(Information supplied Opens)

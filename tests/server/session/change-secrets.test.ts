import { beforeEach, describe, expect, test } from 'vitest';
import type TestAgent from 'supertest/lib/agent';
import { addTestPerson, openTestApp, testPassword, testPin, type TestPerson } from '../../support/test-app';
import { cookiePairOf, eventsAbout } from './session-support';

const app = openTestApp();
const nextPassword = 'nine wet herons on a kettle';

beforeEach(async () => {
  await app.db('sign_in_attempts').delete();
});

async function signIn(person: TestPerson, password = testPassword): Promise<TestAgent> {
  const agent = app.anyone();
  await agent.post('/api/session').send({ staffNumber: person.staffNumber, password }).expect(200);
  return agent;
}

async function aTechnician(): Promise<TestPerson> {
  return addTestPerson(app, { role: 'technician', facilityId: app.facilities.A, displayName: 'Hana Strudwick' });
}

async function hashOf(person: TestPerson): Promise<string> {
  const row = await app.db('people').where({ id: person.id }).first<{ password_hash: string }>('password_hash');
  return row.password_hash;
}

test('a new password takes the place of the old one, under a new session id, and ends every other session', async () => {
  const person = await aTechnician();
  const [agent, other] = [await signIn(person), await signIn(person)];
  const before = await hashOf(person);
  const reply = await agent
    .post('/api/session/password')
    .send({ current: testPassword, next: nextPassword })
    .expect(200);
  expect(reply.body).toMatchObject({ person: { id: person.id, mustChangePassword: false } });
  expect(cookiePairOf(reply)).toMatch(/^paperside=/);
  await agent.get('/api/session').expect(200);
  await other.get('/api/session').expect(401);
  await app.anyone().post('/api/session').send({ staffNumber: person.staffNumber, password: testPassword }).expect(401);
  await signIn(person, nextPassword);

  const after = await hashOf(person);
  expect(after).not.toBe(before);
  // The figures of the OWASP password storage sheet: 19 MiB, two passes, one lane (from memory).
  expect(after).toMatch(/^\$argon2id\$v=19\$m=19456,t=2,p=1\$[^$]{22}\$[^$]{43}$/);
  expect(await eventsAbout(app.db, person.id)).toContainEqual(
    expect.objectContaining({ kind: 'person.changed-password', actor_id: person.id, payload: {} }),
  );
});

test('a one-time password opens nothing but its own change', async () => {
  const person = await aTechnician();
  await app
    .db('people')
    .where({ id: person.id })
    .update({ must_change_password: true, one_time_password_expires_at: new Date(app.clock.now().getTime() + 60_000) });
  const agent = await signIn(person);
  expect((await agent.get('/api/session').expect(200)).body).toMatchObject({ person: { mustChangePassword: true } });
  for (const path of ['/api/loads', '/api/items', '/api/packages', '/api/today']) {
    const reply = await agent.get(path).expect(403);
    expect(reply.body).toMatchObject({ code: 'session.password-must-change' });
  }
  await agent.post('/api/session/facility').send({ facilityId: app.facilities.A }).expect(403);
  await agent.post('/api/session/pin').send({ password: testPassword, pin: '604193' }).expect(403);
  await agent.post('/api/session/password').send({ current: testPassword, next: nextPassword }).expect(200);
  await agent.get('/api/items').expect(200);
  expect(
    await app.db('people').where({ id: person.id }).first('must_change_password', 'one_time_password_expires_at'),
  ).toEqual({
    must_change_password: false,
    one_time_password_expires_at: null,
  });
});

describe('refuses a next password', () => {
  test('for what the policy says, names the field, and changes nothing', async () => {
    const person = await aTechnician();
    const agent = await signIn(person);
    const before = await hashOf(person);
    for (const [next, code] of [
      ['otters dig tar', 'password.too-short'],
      ['lantern gravel '.repeat(9), 'password.too-long'],
      ['passwordpassword', 'password.common'],
      ['1234567890123456', 'password.repetitive'],
      ['Alder Hospital 2026', 'password.of-this-place'],
      ['Hana Strudwick 2026', 'password.of-this-place'],
      ['lantern\u0000gravel otters', 'password.not-typable'],
      [testPassword, 'password.unchanged'],
    ] as const) {
      const reply = await agent.post('/api/session/password').send({ current: testPassword, next });
      expect(reply.status, next).toBe(400);
      expect(reply.body, next).toMatchObject({ code, fields: [{ pointer: '/body/next' }] });
    }
    expect(await hashOf(person)).toBe(before);
    await agent.get('/api/session').expect(200);
  });

  test('that was refused without counting it as a wrong try', async () => {
    const person = await aTechnician();
    const agent = await signIn(person);
    for (let failure = 0; failure < 7; failure += 1) {
      await agent.post('/api/session/password').send({ current: testPassword, next: 'short' }).expect(400);
    }
  });

  test('when the present one is wrong', async () => {
    const person = await aTechnician();
    const agent = await signIn(person);
    const before = await hashOf(person);
    const reply = await agent
      .post('/api/session/password')
      .send({ current: 'not my password at all', next: nextPassword })
      .expect(400);
    expect(reply.body).toMatchObject({ code: 'password.current-wrong', fields: [{ pointer: '/body/current' }] });
    expect(await hashOf(person)).toBe(before);
  });

  test('from nobody', async () => {
    await app.anyone().post('/api/session/password').send({ current: testPassword, next: nextPassword }).expect(401);
  });
});

describe('a PIN of one’s own', () => {
  test('takes the place of the one given out', async () => {
    const person = await aTechnician();
    const agent = await signIn(person);
    await agent.post('/api/session/pin').send({ password: testPassword, pin: '604193' }).expect(200);
    await app.anyone().post('/api/session/badge').send({ badge: person.badge, pin: testPin }).expect(401);
    await app.anyone().post('/api/session/badge').send({ badge: person.badge, pin: '604193' }).expect(200);
    const row = await app.db('people').where({ id: person.id }).first<{ pin_hash: string }>('pin_hash');
    expect(row.pin_hash).toMatch(/^\$argon2id\$/);
  });

  test('is refused when it is guessable, without the password, or without a badge', async () => {
    const person = await aTechnician();
    const agent = await signIn(person);
    const send = (body: object) => agent.post('/api/session/pin').send(body);
    for (const [pin, code] of [
      ['12345', 'pin.too-short'],
      ['123456', 'pin.guessable'],
      ['7304-18', 'pin.not-digits'],
      [person.badge.replace(/\D/g, '').slice(0, 6), 'pin.own-number'],
    ] as const) {
      expect((await send({ password: testPassword, pin }).expect(400)).body, pin).toMatchObject({ code });
    }
    expect((await send({ password: testPin, pin: '604193' }).expect(400)).body).toMatchObject({
      code: 'password.current-wrong',
    });
    await app.db('people').where({ id: person.id }).update({ badge_code: null });
    expect((await send({ password: testPassword, pin: '604193' }).expect(422)).body).toMatchObject({
      code: 'pin.no-badge',
    });
  });
});

describe('people of several facilities', () => {
  test('go on in the other one, in their role there, under a new session id and not for longer', async () => {
    const person = await aTechnician();
    await app.db('memberships').insert({ person_id: person.id, facility_id: app.facilities.B, role: 'administrator' });
    const agent = await signIn(person);
    const before = await agent.get('/api/session').expect(200);
    await agent.get('/api/people').expect(403);
    app.clock.advance({ minutes: 5 });
    const reply = await agent.post('/api/session/facility').send({ facilityId: app.facilities.B }).expect(200);
    expect(reply.body).toMatchObject({ facility: { id: app.facilities.B }, person: { role: 'administrator' } });
    expect((reply.body as { expiresAt: string }).expiresAt).toBe((before.body as { expiresAt: string }).expiresAt);
    const people = await agent.get('/api/people').expect(200);
    const names = (people.body as { people: { displayName: string }[] }).people.map(({ displayName }) => displayName);
    expect(names).toContain('Bo lead');
    expect(names).not.toContain('Ada lead');
  });

  test('are told of no facility that is not theirs', async () => {
    const agent = await signIn(await aTechnician());
    for (const facilityId of [app.facilities.B, crypto.randomUUID()]) {
      const reply = await agent.post('/api/session/facility').send({ facilityId }).expect(404);
      expect(reply.body).toMatchObject({ code: 'facility.none' });
    }
    await agent.post('/api/session/facility').send({ facilityId: 'B' }).expect(400);
    expect((await agent.get('/api/session').expect(200)).body).toMatchObject({ facility: { id: app.facilities.A } });
  });
});
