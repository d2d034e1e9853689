import { beforeEach, expect, test } from 'vitest';
import { formatBadgeCode } from '../../../src/domain/label/badge-code';
import { addTestPerson, openTestApp, testPassword, testPin } from '../../support/test-app';
import { cookieOf, cookiePairOf, eventsAbout } from './session-support';

const app = openTestApp();

beforeEach(async () => {
  await app.db('sign_in_attempts').delete();
});

test('changes the person at a station with one request, and keeps nothing of the former', async () => {
  const [first, second] = [app.person('supervisor'), app.person('technician')];
  const agent = app.anyone();
  const before = await agent
    .post('/api/session')
    .send({ staffNumber: first.staffNumber, password: testPassword })
    .expect(200);
  const reply = await agent.post('/api/session/badge').send({ badge: second.badge, pin: testPin }).expect(200);

  expect(reply.body).toMatchObject({ person: { id: second.id, role: 'technician' } });
  expect(JSON.stringify(reply.body)).not.toContain(first.displayName);
  expect((await agent.get('/api/session').expect(200)).body).toEqual(reply.body);
  await agent.get('/api/people').expect(403);

  expect(cookiePairOf(reply)).not.toBe(cookiePairOf(before));
  const former = await app.anyone().get('/api/session').set('Cookie', cookiePairOf(before)).expect(401);
  expect(former.body).toMatchObject({ code: 'session.expired' });
  const kept = await app.db('session').whereRaw(`sess::text like ?`, [`%${first.id}%`]);
  expect(kept).toEqual([]);
  expect((await eventsAbout(app.db, second.id)).at(-1)).toMatchObject({
    kind: 'person.signed-in',
    actor_id: second.id,
    payload: { by: 'badge' },
  });
});

test('signs in by badge where nobody was before', async () => {
  const { badge, id } = app.person('lead');
  const reply = await app.anyone().post('/api/session/badge').send({ badge, pin: testPin }).expect(200);
  expect(reply.body).toMatchObject({ person: { id } });
});

test('reads a badge as scanners and people give it', async () => {
  const { badge } = app.person('lead');
  const digits = badge.replaceAll('-', '');
  for (const raw of [digits, digits.toLowerCase(), `${badge}\r\n`, `]C0${digits}`, badge.split('').join(' ')]) {
    const reply = await app.anyone().post('/api/session/badge').send({ badge: raw, pin: testPin });
    expect(reply.status, JSON.stringify(raw)).toBe(200);
  }
});

test('stays in the facility of the station when the next person works there too', async () => {
  const person = await addTestPerson(app, { role: 'lead', facilityId: app.facilities.A });
  await app.db('memberships').insert({ person_id: person.id, facility_id: app.facilities.B, role: 'technician' });
  const stranger = await app.as('technician', 'B');
  const there = await stranger.post('/api/session/badge').send({ badge: person.badge, pin: testPin }).expect(200);
  expect(there.body).toMatchObject({
    facility: { id: app.facilities.B },
    person: { role: 'technician' },
    facilities: [{ name: 'Alder Hospital' }, { name: 'Birch Hospital' }],
  });
  const anywhere = await app
    .anyone()
    .post('/api/session/badge')
    .send({ badge: person.badge, pin: testPin })
    .expect(200);
  expect(anywhere.body).toMatchObject({ facility: { id: app.facilities.A }, person: { role: 'lead' } });
});

test('refuses a wrong PIN and an unknown badge in the same words, and leaves who is there signed in', async () => {
  const [present, next] = [app.person('technician'), app.person('lead')];
  const agent = app.anyone();
  await agent.post('/api/session').send({ staffNumber: present.staffNumber, password: testPassword }).expect(200);
  const wrong = await agent.post('/api/session/badge').send({ badge: next.badge, pin: '730419' }).expect(401);
  const unknown = await agent
    .post('/api/session/badge')
    .send({ badge: formatBadgeCode(99_000_001), pin: testPin })
    .expect(401);
  expect(wrong.body).toMatchObject({ code: 'session.refused' });
  expect({ ...wrong.body, reference: '' }).toEqual({ ...unknown.body, reference: '' });
  expect(cookieOf(wrong)).toBeUndefined();
  expect((await agent.get('/api/session').expect(200)).body).toMatchObject({ person: { id: present.id } });
});

test('refuses a badge whose person has no PIN, is switched off, or may not work here any more', async () => {
  const sign = (badge: string) => app.anyone().post('/api/session/badge').send({ badge, pin: testPin }).expect(401);
  const [pinless, disabled, gone] = await Promise.all(
    [1, 2, 3].map(() => addTestPerson(app, { role: 'lead', facilityId: app.facilities.A })),
  );
  if (!pinless || !disabled || !gone) throw new Error('three people were added');
  await app.db('people').where({ id: pinless.id }).update({ pin_hash: null });
  await app.db('people').where({ id: disabled.id }).update({ is_disabled: true });
  await app.db('memberships').where({ person_id: gone.id }).update({ expires_at: app.clock.now() });
  expect((await sign(pinless.badge)).body).toMatchObject({ code: 'session.refused' });
  expect((await sign(disabled.badge)).body).toMatchObject({ code: 'session.disabled' });
  expect((await sign(gone.badge)).body).toMatchObject({ code: 'session.no-facility' });
});

test('says that a scan is no badge, without counting a try', async () => {
  const badge = app.person('lead').badge;
  const damaged = `${badge.slice(0, -1)}${badge.endsWith('0') ? '1' : '0'}`;
  for (const raw of [
    'P-20431784-52',
    'hello',
    damaged,
    'N'.repeat(10_000),
    '\u0001\u0002',
    '01095060001343521710',
    ' ',
  ]) {
    const reply = await app.anyone().post('/api/session/badge').send({ badge: raw, pin: testPin });
    expect(reply.status, raw.slice(0, 20)).toBe(400);
    expect(reply.body).toMatchObject({ code: 'session.not-a-badge' });
  }
  expect(await app.db('sign_in_attempts').select()).toEqual([]);
});

test('refuses extra, missing and mistyped fields', async () => {
  const { badge } = app.person('lead');
  for (const body of [
    {},
    { badge },
    { pin: testPin },
    { badge, pin: 730418 },
    { badge, pin: testPin, facilityId: app.facilities.B },
  ]) {
    const reply = await app.anyone().post('/api/session/badge').send(body).expect(400);
    expect(reply.body).toMatchObject({ code: 'request.not-understood' });
  }
});

test('a password does not open a badge, nor a PIN a staff number', async () => {
  const { badge, staffNumber } = app.person('lead');
  await app.anyone().post('/api/session/badge').send({ badge, pin: testPassword }).expect(401);
  await app.anyone().post('/api/session').send({ staffNumber, password: testPin }).expect(401);
});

(Information supplied Closes)

[Required action] Go through the listing above and return each line that includes the word "function".

[Solved exercise]
async function signIn(person: TestPerson, password = testPassword): Promise<TestAgent> {
async function aTechnician(): Promise<TestPerson> {
async function hashOf(person: TestPerson): Promise<string> {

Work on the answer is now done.